The exercise provides us with the first-order differential equation: \( y' + 3y - \ln x = 0 \). Our objective is to determine if it is already in the standard form or convert it if necessary.

Determine the Standard Form

The standard form for a linear first-order differential equation is \( y' + P(x)y = Q(x) \). In this form, \( y' \) is isolated, and the equation is structured with \( P(x) \) being a function of \( x \) that multiplies \( y \), and \( Q(x) \) being a function of \( x \) on the other side of the equation.

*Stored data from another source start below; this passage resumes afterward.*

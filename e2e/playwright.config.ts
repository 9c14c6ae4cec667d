import { execSync } from 'node:child_process';
import { defineConfig } from 'playwright/test';

/** Debian's browser: the runner's own download is not to be had everywhere. */
const executablePath =
	process.env.CHROMIUM_PATH ?? execSync('command -v chromium || command -v chromium-browser', { encoding: 'utf8' }).trim();

const port = Number(process.env.E2E_PORT ?? 4299);
const dataFolder = '.tmp/e2e-data';

/** Journeys run on the built program with the demo site, one server for all; each file is one person's job. */
export default defineConfig({
	testDir: '.',
	testMatch: '*.e2e.ts',
	outputDir: '../test-results',
	workers: 1,
	timeout: 90_000,
	expect: { timeout: 20_000 },
	reporter: process.env.PLAYWRIGHT_JSON ? [['line'], ['json', { outputFile: process.env.PLAYWRIGHT_JSON }]] : 'line',
	use: {
		baseURL: `http://127.0.0.1:${port}`,
		launchOptions: { executablePath },
		viewport: { width: 1280, height: 960 },
		screenshot: 'only-on-failure',
	},
	webServer: {
		command: `rm -rf ${dataFolder} && exec node --enable-source-maps dist/server/main.js`,
		cwd: '..',
		env: { PORT: String(port), DATA_DIR: dataFolder },
		url: `http://127.0.0.1:${port}/health`,
		timeout: 180_000,
		gracefulShutdown: { signal: 'SIGTERM', timeout: 10_000 },
	},
});
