import { type ReactNode, useState } from 'react';
import { z } from 'zod';
import type { FlagDetail } from '#shared/flag/contract.ts';
import { isOverdue } from '#shared/flag/flag-life.ts';
import { AnswerForm } from '#src/features/flag/answer-form.tsx';
import { BringPoints } from '#src/features/flag/brought-points.tsx';
import { ConsentForm } from '#src/features/flag/consent-form.tsx';
import { DecideForm } from '#src/features/flag/decide-form.tsx';
import { flagOutbox, flagsOfAct } from '#src/features/flag/flag-outbox.ts';
import { client } from '#src/lib/api.ts';
import { refusalOf } from '#src/lib/api-error.ts';
import { moment } from '#src/lib/format.ts';
import { useNow } from '#src/lib/now.ts';
import { useMay, useMe, useSite } from '#src/lib/session.ts';
import { useWaiting } from '#src/lib/waiting-acts.ts';
import { Button } from '#src/ui/button.tsx';
import { TextField } from '#src/ui/field.tsx';
import { Form, Submit } from '#src/ui/form.tsx';
import { Notice } from '#src/ui/notice.tsx';

interface FlagActsProps {
	siteId: string;
	flag: FlagDetail;
	onDone: () => Promise<void>;
	camera: ReactNode;
}

/** What this person can do about this flag now; what waits for another is said. Without a line it is kept on this device. */
export function FlagActs({ siteId, flag, onDone, camera }: FlagActsProps) {
	const { timeZone, roles } = useSite();
	const { userId } = useMe();
	const now = useNow();
	const [mayAnswer, mayDecide, mayGrant, mayConsent] = [
		useMay('flag.answer'),
		useMay('flag.decide'),
		useMay('flag.grant'),
		useMay('flag.consent'),
	];
	const isProjectEngineer = roles.includes('project-engineer');
	const about = { siteId, flags: [{ flagId: flag.flagId, version: flag.version }] };
	const { act, busy, fault } = useAct(onDone);
	const waiting = useWaiting(flagOutbox).filter((one) => one.userId === userId && flagsOfAct(one).includes(flag.flagId));
	const kept = waiting.find(({ sender, refusal }) => sender !== 'photo' && refusal === null);
	/** Sent at once or kept; what waited of the same kind for this flag is overtaken by it. */
	const sendOrKeep = async (sender: 'answer' | 'put-right' | 'more-time', input: object, words: string): Promise<void> => {
		const overtaken = waiting.filter((one) => one.sender === sender && flagsOfAct(one).length === 1);
		for (const { actId } of overtaken) await flagOutbox.throwAway(actId);
		const sent = { ...about, ...input, actId: crypto.randomUUID() };
		if ((await flagOutbox.sendOrKeep({ userId, sender, input: sent, words: `${words} to flag ${flag.number}` })) === 'sent') await onDone();
	};
	const decider = flag.projectEngineers[0] ?? 'the project engineer';
	const overdue = isOverdue({ state: flag.state, answerBy: flag.answerBy?.getTime() ?? null }, now.getTime());
	const isTooClose = flag.verdict !== 'outside';
	const isAnswerable = (flag.state === 'open' && flag.isWith === 'contractor') || flag.state === 'answered';
	const isWork = flag.state === 'decided' && ['rework', 'repair', 'reject-and-replace'].includes(flag.decision?.kind ?? '');
	const isSettled = flag.state === 'closed' || flag.state === 'lapsed' || flag.state === 'put-right';
	const isDecidable = !isSettled && (flag.state !== 'open' || flag.isWith === 'engineers' || overdue);
	return (
		<div className="flex flex-col gap-4">
			{fault && <Notice kind="wrong" title={fault} />}
			{kept && (
				<Notice kind="no-line" title={`${kept.words} is kept on this phone`}>
					It goes as soon as there is a line. Until then it can be changed here.
				</Notice>
			)}
			{flag.takeBack && flag.takeBack.until > now && (
				<Notice
					kind="note"
					title={flag.state === 'answered' ? 'Your answer is noted' : 'Your decision is noted'}
					act={
						<Button isBusy={busy} onClick={() => act(() => client.flag.takeBack({ siteId, actId: flag.takeBack?.actId ?? '' }))}>
							Take back
						</Button>
					}
				>
					Nobody is told before {moment(flag.takeBack.until, timeZone, now)}.
				</Notice>
			)}
			{mayAnswer && flag.isWith === 'engineers' && flag.state === 'open' && (
				<Notice kind="note" title="This is being measured again">
					It is too close to call. No answer is needed, and no clock runs.
				</Notice>
			)}
			{mayAnswer && isAnswerable && (
				<AnswerForm
					key={flag.version}
					answer={flag.answer}
					count={1}
					decider={decider}
					ownSurveys={flag.ownSurveys}
					ownPoints={<BringPoints siteId={siteId} flagId={flag.flagId} userId={userId} onBrought={onDone} />}
					onAnswer={(answer) => sendOrKeep('answer', { answer }, 'Your answer')}
					beside={camera}
					isAtFoot
				/>
			)}
			{mayAnswer && flag.state === 'open' && flag.isWith === 'contractor' && flag.timeAsked === null && (
				<MoreTime onAsk={(until) => sendOrKeep('more-time', { until }, 'Your wish for more time')} />
			)}
			{flag.timeAsked !== null && (
				<Notice
					kind="note"
					title={`More time is asked for: until ${moment(flag.timeAsked, timeZone, now)}`}
					act={
						mayGrant && (
							<Button weight="act" isBusy={busy} onClick={() => act(() => client.flag.grantTime(about))}>
								Grant it
							</Button>
						)
					}
				/>
			)}
			{mayAnswer && isWork && (
				<Notice
					kind="note"
					title="Decided: this is to be put right"
					act={
						<>
							{camera}
							<Button weight="act" isBusy={busy} onClick={() => act(() => sendOrKeep('put-right', {}, 'Your word that it is put right'))}>
								Put right, ready to measure
							</Button>
						</>
					}
				>
					It goes on the shoot list, and closes when a published check finds it within.
				</Notice>
			)}
			{mayDecide && overdue && <Notice kind="stale" title="The deadline has passed without an answer; deciding now says so" />}
			{mayDecide && isDecidable && (isProjectEngineer || isTooClose) && (
				<DecideForm
					key={flag.version}
					count={1}
					isTooClose={isTooClose && flag.isWith === 'engineers'}
					maySurveyOnly={!isProjectEngineer}
					worstMm={flag.worstMm}
					needsOwnersConsent={flag.needsOwnersConsent}
					onDecide={async (decision) => {
						await client.flag.decide({ ...about, decision });
						await onDone();
					}}
					beside={!mayAnswer && camera}
				/>
			)}
			{mayDecide && flag.state === 'open' && flag.isWith === 'contractor' && !overdue && (
				<p className="m-0 text-second">{flag.companyName ?? 'The contractor'} still has time to answer; it is decided after that.</p>
			)}
			{mayConsent && flag.isConsentAwaited && (
				<ConsentForm
					count={1}
					onConsent={async (said) => {
						await client.flag.consent({ ...about, ...said });
						await onDone();
					}}
				/>
			)}
			{!(mayAnswer && (isAnswerable || isWork)) && !(mayDecide && isDecidable) && camera}
		</div>
	);
}

/** One act at a time; a refusal is said above. No queue of the query library's: without a line it would hold the act back unsaid. */
function useAct(onDone: () => Promise<void>) {
	const [busy, setBusy] = useState(false);
	const [fault, setFault] = useState<string | null>(null);
	const act = async (call: () => Promise<unknown>): Promise<void> => {
		setBusy(true);
		setFault(null);
		try {
			await call();
			await onDone();
		} catch (error) {
			setFault(refusalOf(error).message);
		} finally {
			setBusy(false);
		}
	};
	return { act: (call: () => Promise<unknown>) => void act(call), busy, fault };
}

function MoreTime({ onAsk }: { onAsk: (until: Date) => Promise<unknown> }) {
	return (
		<details className="sheet px-4 py-2">
			<summary className="min-h-12 cursor-pointer content-center font-medium">We need more time</summary>
			<Form
				schema={z.object({
					until: z
						.string()
						.regex(/^\d{4}-\d\d-\d\d$/, 'Choose a day.')
						.transform((day) => new Date(`${day}T17:00:00`)),
				})}
				values={{ until: '' }}
				onSubmit={async ({ until }) => onAsk(until)}
				className="pb-2"
			>
				<TextField name="until" label="Until" type="date" />
				<Submit>Ask for it</Submit>
			</Form>
		</details>
	);
}
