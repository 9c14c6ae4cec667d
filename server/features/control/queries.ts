import { and, asc, desc, eq, type SQL, sql } from 'drizzle-orm';
import type { ControlPoint, ControlSetSummary } from '#shared/control/contract.ts';
import type { Handle } from '../../db/database.ts';
import { users } from '../../db/schema/account.ts';
import { controlPoints, controlSets } from '../../db/schema/control.ts';
import { foundOne } from '../../platform/refuse.ts';

function setRows(db: Handle, where: SQL | undefined): Promise<ControlSetSummary[]> {
	return db
		.select({
			controlSetId: controlSets.id,
			number: controlSets.number,
			name: controlSets.name,
			frame: controlSets.frame,
			fileName: controlSets.fileName,
			fileSha256: controlSets.fileSha256,
			pointCount: sql<number>`(select count(*)::int from ${controlPoints} where ${controlPoints.controlSetId} = ${controlSets.id})`,
			storedBy: users.name,
			storedAt: controlSets.storedAt,
		})
		.from(controlSets)
		.innerJoin(users, eq(users.id, controlSets.storedBy))
		.where(where)
		.orderBy(desc(controlSets.number));
}

/** The site's control sets, newest first. */
export function controlSetsOf(db: Handle, siteId: string): Promise<ControlSetSummary[]> {
	return setRows(db, eq(controlSets.siteId, siteId));
}

/** One set of the site; NOT_FOUND for another site's. */
export async function controlSetOf(db: Handle, siteId: string, controlSetId: string): Promise<ControlSetSummary> {
	return foundOne(await setRows(db, and(eq(controlSets.siteId, siteId), eq(controlSets.id, controlSetId))));
}

/** A set with its points, by name. */
export async function controlSetWithPoints(
	db: Handle,
	siteId: string,
	controlSetId: string,
): Promise<ControlSetSummary & { points: ControlPoint[] }> {
	const set = await controlSetOf(db, siteId, controlSetId);
	const rows = await db.select().from(controlPoints).where(eq(controlPoints.controlSetId, controlSetId)).orderBy(asc(controlPoints.name));
	return {
		...set,
		points: rows.map((row) => ({
			controlPointId: row.id,
			name: row.name,
			givenM: [row.givenXM, row.givenYM, row.givenZM],
			designM: [row.designXM, row.designYM, row.designZM],
			sigmaPlanM: row.sigmaPlanM,
			sigmaHeightM: row.sigmaHeightM,
			code: row.code,
		})),
	};
}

Rearrange the Equation into Standard Form

The given equation is \( y' + 3y - \ln x = 0 \). We can rearrange it to fit the standard form by moving \( \ln x \) to the other side. This yields \( y' + 3y = \ln x \), which now matches our desired structure \( y' + P(x)y = Q(x) \) where \( P(x) = 3 \) and \( Q(x) = \ln x \).

Key concepts

Linear Differential Equations

Linear differential equations are a specific type of differential equations that form the backbone of many scientific and engineering problems. They feature the unknown function and its derivatives, and the equation is linear in the unknown function and its derivatives.
Linear refers to the idea that the equation can be written in such a way that no powers or products of the unknown function and its derivatives appear in the equation. This leads to a structure that can often be solved more straightforwardly.
A key characteristic of these equations is their order, which is determined by the highest derivative present. First-order linear differential equations are a common type, meaning they involve only the first derivative of the unknown function.
In general, a linear differential equation can be expressed in the form \( a_n(x) y^{(n)} + a_{n-1}(x) y^{(n-1)} + ... + a_1(x) y' + a_0(x) y = g(x) \), but for first-order, this simplifies considerably.

• An example of a first-order linear differential equation is \( y' + a(x)y = g(x) \).

Understanding the linear nature of these equations helps in applying techniques that leverage this simplicity to find solutions.

Standard Form

The standard form of a first-order linear differential equation makes it organized and easier to identify key parts of the equation. It is described by the formula \( y' + P(x) y = Q(x) \).
Rewriting an equation to this form aligns with solving practices and allows for a straightforward recognition of what is changing in the equation. Importantly, this form helps to identify the coefficient functions directly.
Let's break down the components of the standard form:

• \( y' \): The derivative of the function \( y \), indicating the rate of change.
• \( P(x) \): A function of \( x \) that is multiplied by \( y \), serving as a linear coefficient. In many text problems, \( P(x) \) is often a constant or a simple function of \( x \).
• \( Q(x) \): Another function of \( x \), found on the right side of the equation. It is not multiplied by \( y \) or its derivatives, representing the independent variation.

By organizing equations in this way, solving techniques such as the integrating factor method become far easier to implement, greatly simplifying the process of finding solutions.

Differential Equations Solution

Finding the solution to a differential equation means identifying the function that satisfies the equation for all points in the domain. For linear first-order differential equations, this usually involves the integration of functions.
When dealing with the standard form \( y' + P(x)y = Q(x) \), one common method for finding solutions is using an integrating factor. This factor allows the differential equation to be written in a way that enables straightforward integration.
Here is how the process generally works:

• Calculate the integrating factor, \( \mu(x) = e^{\int P(x) \, dx} \).
• Multiply the entire differential equation by this integrating factor.
• The left side of the equation becomes the derivative of a product, \( y \mu(x) \), allowing us to integrate both sides easily.
• Solve for \( y(x) \) by performing the integrations and simplifying.

The beauty of this method lies in transforming a potentially complex equation into one that integrates neatly, leading to a general solution that can explain a wide variety of phenomena in mathematical modeling and real-world applications.